It was a year ago this week I made my 1,100 mile road trip to Mississippi and (almost) back in my then 52 year-old Ford Galaxie. As that trip did not quite turn out as planned, I was eager to again take the old girl on another journey so she could redeem herself. Of course, it took a year for such an opportunity.
So grab a snack – I’ve got a lot to say after the jump.
Not to bore you with details, but I have to provide a bit of context. Last summer, soon after getting the Galaxie back home, we finally purchased another house. It needed a lot of initial work – I painted, fixed drainage, tore out walls, removed dead trees, trimmed living trees, replaced water heaters and vanities, cleaned everything, and grew a not-so-complimentary beard. From the end of last June until March of this year, the Galaxie had less than 150 miles added to the odometer, and that estimate is rather generous.
Suffice it to say, the old girl had been sitting a lot. The only driving it had done was to go see a 1969 Mercury Monterey in January and again in March or April when CC Contributor Eric703 and I went on a thorough (and nearly futile) tour around Jefferson City looking for cars.
So what better way to blow the cobs out than to drive it over 100 miles one way? It was for a good cause – redeeming itself on another (way less ambitious) road trip and to meet up with a friend for a car show.
I also looked at this as double redemption; the old girl had spent five years in Hannibal languishing in the garage of my old house. I had hauled her to Hannibal in 2008 and I hauled her from Hannibal when we sold this house in 2013. It was time she hauled herself for a change!
And haul me she did! This was her happy speed for the way up…
This was her happy speed for the way back. In fact, she was wanting to push toward 80 for the final leg of the trip. The cobs were thoroughly blown out.
So what did I see in between? I’m glad you asked.
The Loafers Car Club in Hannibal has their annual show the first weekend of May. Like a lot of regional shows there are the repeat customers, cars that are enjoyable to see but repetition dulls the excitement. My focus here is on the others as, frankly, this is about the third annual article on this show (here and here for previous years) and nobody cares to see the same cars again. Last year was nearly a bust for visiting cars, but this year was vastly different, such as this 1963 Mercury Monterey. This Breezeway is the first two-door example I’ve seen.

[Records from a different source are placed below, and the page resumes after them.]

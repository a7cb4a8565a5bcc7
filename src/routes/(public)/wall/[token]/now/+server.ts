import { errorWords } from '$lib/format/messages/error';
import { error, json } from '@sveltejs/kit';
import { instance } from '$lib/server/api/instance';
import { wallNow } from '$lib/server/api/wall';
import { requireWall, WALL_HEADERS } from '$lib/server/auth/wall-link';
import type { RequestHandler } from './$types';

/** One site of a wall link as of now; without its bays while its change log stands at `changes`. */
export const GET: RequestHandler = async (event) => {
	const nowMs = Date.now();
	const wall = await requireWall(event, event.params.token, nowMs);
	const site = wall.sites.find(({ slug }) => slug === event.url.searchParams.get('site'));
	if (site === undefined) error(404, errorWords().noSite);
	const now = await wallNow(instance(), site, nowMs);
	const same = event.url.searchParams.get('changes') === String(now.changes);
	return json(same ? { ...now, bays: null } : now, { headers: WALL_HEADERS });
};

As an aside, this Mercury was from Ottumwa, Iowa. For those who watched the television show M*A*S*H, Radar O’Reilly was from Ottumwa and Colonel Potter was from Hannibal. I always suspected Colonel Potter was named for Muff Potter from Tom Sawyer. Plus, the man who had previously owned my house in Hannibal was moving to Ottumwa. Weird how these things work.
Yes, I know, this is a 1968 Chevrolet Camaro convertible and seeing a Camaro at a car show is about as rare as seeing white on rice. However, I don’t waste my time stopping for just any old Camaro. Look closely and you’ll see why.
When was the last time you saw one of these in a Camaro of any variety? This was a first for me. Information provided by the owner stated that out of 235,000 Camaros produced for 1968, a whopping 3,514 were six-cylinder convertibles. I’m surprised it was that many.
As I took this picture, some guy stopped to look at this straight-six and nearly gagged. His reaction was hilarious.
Here’s another one I’ve never seen – at least at a car show. Does this picture give you a hint? The sign for Pirate Island at the top of the picture is rather telling even if purely coincidental.
Let’s try another clue.
Seeing a Checker is, for me, a treat. This is a 1981 model so it’s very near the tail of Checker production. It’s powered by an Oldsmobile 403 cubic inch V8, so it has undergone a heart transplant at some point.
It makes me want to jump in and go for a ride.
Speaking of going for a ride, this car intrigues me mightily and a ride under the right conditions could be a real thrill. No, this isn’t some novelty piece hacked together to bring more attention to an otherwise ordinary 1937 Chevrolet. I’m going to let it speak for itself.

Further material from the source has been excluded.